Like everything, my blog renovation is taking 5 times longer than I thought it would, but I'm going to quote Noah, my Bodhisattva, again, who says that, "If something is taking longer than you think it should, it probably means you're doing it right."

I hate that saying, but he's right.

Without being able to tell you too much about my new blog, I give you these "Before and After," recipes. Great cheers were heard around the table when I recently brought this Butternut Mac and Cheese to a hunter's potluck. One of my most long-time friends shared with us the tenderloins from his freshly killed antelope and deer. Lucky us! They were amazing, marinated in ginger, sesame, and lemon, and grilled rare. Both of the recipes below are well-suited accompaniments for wild game. 'Tis hunting season after all.

BEFORE: Roasted Butternut Squash with Butter and Brown Sugar

Slice a medium butternut squash in half lengthwise, and remove the seeds.  Pierce the flesh several times with a fork.

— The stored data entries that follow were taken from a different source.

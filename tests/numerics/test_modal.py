"""Modes: times, participation, controllability and observability against closed forms, and what units cannot change."""

from __future__ import annotations

import math
from dataclasses import replace

import numpy as np
import pytest
from hypothesis import given, settings
from hypothesis import strategies as st
from linear_models import linear

from linverify.core.model import LocalModel
from linverify.numerics.modal import Mode, Modes, excusable, modes
from linverify.numerics.traits import TRAITS, Pole, pair_damping

# Etkin, Reid, Dynamics of Flight, 3rd ed. (1996), ch. 6, after NASA CR-2144: Boeing 747 at 40 000 ft, Mach 0.8. The
# longitudinal matrix is from public transcriptions; the lateral one, modes and times are values from memory.
LONGITUDINAL = [
    [-0.006868, 0.01395, 0.0, -32.2],
    [-0.09055, -0.3151, 773.98, 0.0],
    [0.0001187, -0.001026, -0.4285, 0.0],
    [0.0, 0.0, 1.0, 0.0],
]
LATERAL = [
    [-0.0558, 0.0, -774.0, 32.2],
    [-0.003865, -0.4342, 0.4136, 0.0],
    [0.001086, -0.006112, -0.1458, 0.0],
    [0.0, 1.0, 0.0, 0.0],
]


def of(A: object, B: object = None, C: object = None, *, step: float | None = None, error: float = 0.0) -> Modes:
    matrix = np.array(A, dtype=float)
    n = len(matrix)
    B = np.eye(n) if B is None else np.array(B, dtype=float).reshape(n, -1)
    C = np.eye(n) if C is None else np.array(C, dtype=float).reshape(-1, n)
    model = linear(matrix, B, C, np.zeros((len(C), B.shape[1])), step)
    return modes(replace(model, errors={"A": error * np.abs(matrix)}), {})


def figures(mode: Mode) -> dict[str, float]:
    return {word: trait(mode.pole).value for word, trait in TRAITS.items()}


def test_the_modes_of_a_published_aircraft() -> None:
    phugoid, short = of(LONGITUDINAL).modes
    assert phugoid.value == pytest.approx(-0.003289 + 0.06723j, abs=2e-6)
    assert short.value == pytest.approx(-0.3719 + 0.8875j, abs=1e-4)
    slow, fast = figures(phugoid), figures(short)
    assert slow["period"] == pytest.approx(93.4, abs=0.1)
    assert slow["time_to_half"] == pytest.approx(211.0, abs=0.5)
    assert slow["time_to_half"] / slow["period"] == pytest.approx(2.25, abs=0.01)
    assert slow["time_to_double"] == math.inf
    assert fast["period"] == pytest.approx(7.08, abs=0.005)
    assert fast["time_to_half"] == pytest.approx(1.86, abs=0.005)
    assert fast["time_to_half"] / fast["period"] == pytest.approx(0.26, abs=0.005)
    spiral, roll, dutch = of(LATERAL).modes
    assert spiral.value == pytest.approx(-0.0072973, abs=5e-7)
    assert roll.value == pytest.approx(-0.56248, abs=5e-6)
    assert dutch.value == pytest.approx(-0.033011 + 0.94655j, abs=5e-6)
    assert figures(roll)["time_constant"] == pytest.approx(1.0 / 0.56248, rel=1e-5)
    assert figures(spiral)["period"] == math.inf


def test_phugoid_and_short_period_belong_to_the_states_that_everybody_knows() -> None:
    found = of(LONGITUDINAL)  # u, w, q, theta
    phugoid, short = found.modes
    assert {name for name, _ in found.dominating(phugoid, 2)} == {"x0", "x3"}
    assert {name for name, _ in found.dominating(short, 2)} == {"x1", "x2"}
    for mode in found.modes:
        assert mode.shares.sum() == pytest.approx(1.0, rel=1e-12)


def test_participation_is_the_product_of_left_and_right_eigenvectors() -> None:
    A = np.random.default_rng(5).normal(size=(5, 5))
    values, right = np.linalg.eig(A)
    left = np.linalg.inv(right)
    for mode in of(A).modes:
        place = int(np.argmin(abs(values - mode.value)))
        weights = np.abs(right[:, place] * left[place])
        np.testing.assert_allclose(mode.shares, weights / weights.sum(), rtol=1e-9, atol=1e-12)
        assert mode.alone


def scaled(model: LocalModel, sizes: np.ndarray) -> tuple[LocalModel, dict[str, float]]:
    """The same model with states in other units, and the nominal sizes that go with them."""
    A, B, C = model.A * sizes / sizes[:, np.newaxis], model.B / sizes[:, np.newaxis], model.C * sizes
    nominal = dict(zip(model.states.names, 1.0 / sizes, strict=True))
    return replace(model, A=A, B=B, C=C), nominal


@settings(deadline=None, derandomize=True, max_examples=40)
@given(st.lists(st.integers(-10, 10), min_size=4, max_size=4), st.integers(0, 10**6))
def test_units_of_states_change_no_measure(powers: list[int], seed: int) -> None:
    generator = np.random.default_rng(seed)
    A, B, C = (generator.normal(size=shape) for shape in ((4, 4), (4, 2), (2, 4)))
    model = linear(A, B, C, np.zeros((2, 2)))
    before = modes(model, dict.fromkeys(model.states.names, 1.0))
    other, nominal = scaled(model, 2.0 ** np.array(powers))
    after = modes(other, nominal)
    for one, two in zip(before.modes, after.modes, strict=True):
        assert two.value == pytest.approx(one.value, rel=1e-9)
        np.testing.assert_allclose(two.shares, one.shares, rtol=1e-7, atol=1e-9)
        for name in model.inputs.names:
            pair = [found.controllability(mode, name).value for found, mode in ((before, one), (after, two))]
            assert pair[1] == pytest.approx(pair[0], rel=1e-7)
        for name in model.outputs.names:
            pair = [found.observability(mode, name).value for found, mode in ((before, one), (after, two))]
            assert pair[1] == pytest.approx(pair[0], rel=1e-7)


def test_metres_and_millimetres_give_the_same_measure() -> None:
    A, B, C = np.array([[0.0, 1.0], [-4.0, -0.4]]), np.array([[0.0], [2.0]]), np.array([[1.0, 0.0]])
    model = linear(A, B, C, 0.0)
    names = dict(zip(model.states.names, (0.1, 0.5), strict=True))
    metres = modes(model, names)
    mm = 1e3
    milli = modes(replace(model, A=A, B=B * mm, C=C / mm), {name: size * mm for name, size in names.items()})
    one, two = metres.modes[0], milli.modes[0]
    assert milli.controllability(two, "u0").value == pytest.approx(metres.controllability(one, "u0").value, rel=1e-9)
    assert milli.observability(two, "y0").value == pytest.approx(metres.observability(one, "y0").value, rel=1e-9)


def test_controllability_is_a_cosine() -> None:
    found = of(np.diag([-1.0, -3.0]), B=[[1.0], [0.0]], C=[[0.6, 0.8]])
    slow, fast = found.modes
    assert found.controllability(slow, "u0").value == pytest.approx(1.0)
    assert found.controllability(fast, "u0").value == pytest.approx(0.0, abs=1e-12)
    assert found.observability(slow, "y0").value == pytest.approx(0.6)
    assert found.observability(fast, "y0").value == pytest.approx(0.8)
    for known in (found.controllability(fast, "u0"), found.observability(slow, "y0")):
        assert known.low <= known.value <= known.high
    with pytest.raises(ValueError, match="not in tuple"):
        found.controllability(slow, "u7")


def test_an_input_that_does_nothing_controls_nothing() -> None:
    found = of([[-1.0]], B=[[0.0]])
    assert found.controllability(found.modes[0], "u0").high == 0.0


def test_one_input_cannot_reach_two_modes_of_one_pole() -> None:
    """Twins: x0' = -x0 + u, x1' = -x1 + u stay apart whatever u does."""
    twins = of(np.diag([-1.0, -1.0]), B=[[1.0], [1.0]])
    assert twins.controllability(twins.modes[0], "u0").value == pytest.approx(0.0, abs=1e-12)
    chain = of([[-1.0, 1.0], [0.0, -1.0]])  # through the second state the input reaches both, through the first not
    assert chain.controllability(chain.modes[0], "u1").value == pytest.approx(1.0, abs=1e-6)
    assert chain.controllability(chain.modes[0], "u0").value == pytest.approx(0.0, abs=1e-6)
    assert chain.observability(chain.modes[0], "y0").value == pytest.approx(1.0, abs=1e-6)
    assert chain.observability(chain.modes[0], "y1").value == pytest.approx(0.0, abs=1e-6)


@pytest.mark.parametrize("gap", [1e-6, 1e-9, 1e-13, 1e-17, 0.0])
@pytest.mark.parametrize("turned", [False, True])
def test_near_defective_poles_share_one_answer(gap: float, turned: bool) -> None:
    """Balancing keeps poles apart that lie sqrt(gap) apart; in other coordinates they melt into one."""
    A = np.array([[-1.0, 1.0, 0.0], [gap, -1.0, 0.0], [0.0, 0.0, -5.0]])
    T = np.array([[2.0, 1.0, 0.0], [1.0, 2.0, 0.0], [0.0, 0.0, 1.0]]) if turned else np.eye(3)
    found = of(np.linalg.solve(T, A @ T))
    first, second, other = found.modes
    for mode in (first, second):
        np.testing.assert_allclose(mode.shares, [0.5, 0.5, 0.0], atol=1e-3 if turned else 1e-6)
        assert mode.share_error < 1e-2
    np.testing.assert_allclose(other.shares, [0.0, 0.0, 1.0], atol=1e-12)
    assert other.alone
    assert first.alone is (gap > (1e-11 if turned else 0.0))


def test_what_has_nothing_to_do_with_each_other_is_told_apart_even_at_one_pole() -> None:
    """Two integrators of two each: each has its own states, though four poles lie at the origin."""
    pairs = of(np.kron(np.eye(2), [[0.0, 1.0], [0.0, 0.0]]))
    assert {mode.shared.poles for mode in pairs.modes} == {4}
    for mode in pairs.modes:
        assert sorted(np.round(mode.shares, 12)) == [0.0, 0.0, 0.5, 0.5]
        assert mode.shares.sum() == pytest.approx(1.0)


def test_a_chain_of_three_is_one_group_at_the_origin() -> None:
    chain = of([[0.0, 1.0, 0, 0], [0, 0, 1.0, 0], [0, 0, 0, 2.0], [0, 0, 0, -3.0]])
    assert [mode.origin for mode in chain.modes] == ["yes"] * 3 + ["no"]
    assert {mode.shared.poles for mode in chain.modes[:3]} == {3}
    assert all(excusable(mode, chain.speed) and mode.stable is False for mode in chain.modes[:3])
    T = np.random.default_rng(1).normal(size=(4, 4))
    turned = of(np.linalg.solve(T, np.array(chain.model.A) @ T))
    near = [mode for mode in turned.modes if mode.origin == "maybe"]
    assert sum(mode.poles for mode in near) == 3
    assert all(excusable(mode, turned.speed) and mode.stable is None for mode in near)
    assert max(abs(mode.value) for mode in near) > 1e-9


def test_a_pole_whose_error_is_large_is_not_excused_as_one_at_the_origin() -> None:
    loose = of([[0.01, 0.01], [0.01, -1.0]], error=2.0)
    assert loose.modes[0].origin == "maybe"
    assert not excusable(loose.modes[0], loose.speed)


def test_a_difference_equation_is_told_in_s() -> None:
    step, s = 0.05, complex(-0.4, 3.0)
    z = np.exp(s * step)
    found = of([[z.real, z.imag], [-z.imag, z.real]], step=step)
    (mode,) = found.modes
    assert mode.value == pytest.approx(s, rel=1e-12)
    assert mode.z == pytest.approx(z, rel=1e-12)
    assert mode.stable is True
    outside = of([[1.1]], step=step).modes[0]
    assert (outside.stable, outside.value) == (False, pytest.approx(math.log(1.1) / step))
    assert TRAITS["time_to_double"](outside.pole).value == pytest.approx(math.log(2.0) * step / math.log(1.1))
    assert of([[1.0]], step=step).modes[0].origin == "yes"
    alternating = of([[-0.5]], step=step).modes[0]
    assert TRAITS["period"](alternating.pole).value == pytest.approx(2 * step)


def test_a_dead_beat_pole_is_stable_and_fast() -> None:
    mode = of([[0.0, 1.0], [0.0, 0.0]], step=0.1).modes[0]
    assert mode.stable is True
    assert TRAITS["damping"](mode.pole).low > 0.9
    assert TRAITS["time_constant"](mode.pole).high < 0.1
    assert TRAITS["natural_frequency"](mode.pole).value == math.inf
    assert TRAITS["period"](mode.pole).low == pytest.approx(0.2)


@settings(deadline=None, derandomize=True, max_examples=200)
@given(st.floats(-3, 3), st.floats(0, 3), st.floats(0, 2), st.floats(0, 2 * math.pi), st.floats(0, 1))
def test_every_figure_of_every_pole_in_the_disc_lies_in_its_range(
    real: float, imag: float, radius: float, angle: float, share: float
) -> None:
    center, other = (
        complex(real, imag),
        complex(real, imag) + share * radius * complex(math.cos(angle), math.sin(angle)),
    )
    for trait in TRAITS.values():
        known, true = trait(Pole(center, radius)), trait(Pole(other, 0.0)).value
        slack = 1e-9 * (1.0 + abs(true)) if math.isfinite(true) else 0.0
        if other != 0:
            assert known.low - slack <= true <= known.high + slack
        assert known.low <= known.value <= known.high


def test_two_real_poles_as_one_factor() -> None:
    known = pair_damping(Pole(-1.0 + 0j, 0.0, True), Pole(-9.0 + 0j, 0.0, True))
    assert known.value == pytest.approx(10.0 / 6.0)  # s^2 + 10 s + 9
    assert known.low <= known.value <= known.high
    assert pair_damping(Pole(-1.0 + 0j, 0.0), Pole(1.0 + 0j, 0.0)).high == math.inf


def test_states_without_a_size_get_one_that_units_do_not_change() -> None:
    A = np.array([[-1.0, 5.0, 0.0], [0.3, -2.0, 1.0], [0.0, -4.0, -0.5]])
    model = linear(A, [[0.0], [1.0], [0.0]], [[1.0, 0.0, 0.0]], 0.0)
    sizes = np.array([1.0, 1.0, 1024.0])
    other = replace(model, A=A * sizes / sizes[:, np.newaxis])
    one, two = (modes(each, {"x0": 1.0, "x1": 2.0, "x2": math.inf}) for each in (model, other))
    for first, second in zip(one.modes, two.modes, strict=True):
        assert two.controllability(second, "u0").value == pytest.approx(
            one.controllability(first, "u0").value, rel=1e-9
        )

Place cut side up on a rimmed baking sheet and sprinkle with:

2/3 cup brown sugar, packed
1/4 teaspoon cinnamon
1/8 teaspoon nutmeg
1/8 teaspoon clove
a few small pats of butter

Roast in a 350 degree oven until very tender when pierced with a knife, at least 1 hour. Reserve 1 1/2 cups of the squash to make the Mac and Cheese.

AFTER: Winter Squash Mac and Cheese with Browned Butter and Sage (serves 6 to 8)

This isn't diet food, but it's what you bring to the potluck when you want to be the most popular person there. It also makes a satisfying meatless supper, and pairs nicely with Blue Moon Pumpkin Ale. The interplay of sweet and savory flavors is what makes this dish so unique and satisfying. 

1 1/2 cups roasted winter squash (butternut is best), mashed
2 pinches cinnamon
1 pinch clove
1 pinch freshly grated nutmeg
1 1/2 teaspoons brown sugar
(OMIT the above 4 ingredients if you've already roasted the squash using the "Before" recipe)

4 tablespoons salted butter
10-12 sage leaves, chopped
1 medium yellow onion, diced
2 tablespoons flour
2 cups milk
1 teaspoon kosher salt
1/4 teaspoon freshly ground pepper
1/4 teaspoon freshly ground nutmeg
3 cups grated sharp cheddar cheese, divided

2 tablespoons salted butter, melted
2/3 cup Panko bread crumbs

12 oz. dried pasta shells, elbows, or penne

Grease a 3-quart baking dish, and preheat oven to 350 degrees.  If you prepared the "Before" recipe, simply mash 1 1/2 cups of the leftover squash. Otherwise, combine 1 1/2 cups roasted squash with brown sugar and spices.

Bring a large pot of salted water to a boil, and cook pasta to al dente, according to package instructions.

In a large sauce pan, melt the butter over medium-high heat. Let it sizzle and foam until it begins to turn golden brown. Add half of the chopped sage, stir and immediately add onions. Saute 5 minutes or until onions are soft.

Add flour to onions and stir to combine. Add squash and stir to combine. Slowly pour in milk a little at a time, stirring to prevent lumps. Add salt, pepper and nutmeg, and bring to a simmer, stirring constantly until sauce has thickened. Add 2 1/2 cups of the cheese and stir until melted and incorporated into sauce. Remove from heat.

When pasta has reached al dente, drain and add to cheese sauce, stirring to combine. It will look like a lot of sauce, but don't worry; Much of the moisture will be absorbed or evaporate during baking. Pour into prepared baking dish.

In a small bowl combine melted butter, Panko crumbs, remaining sage, and remaining cheese. Stir to combine and sprinkle evenly atop mac and cheese.

Place in preheated oven and bake uncovered, 45 to 50 minutes or until bubbly and golden. If topping doesn't look brown enough at this point, broil 1 to 3 minutes or until golden brown and crisp.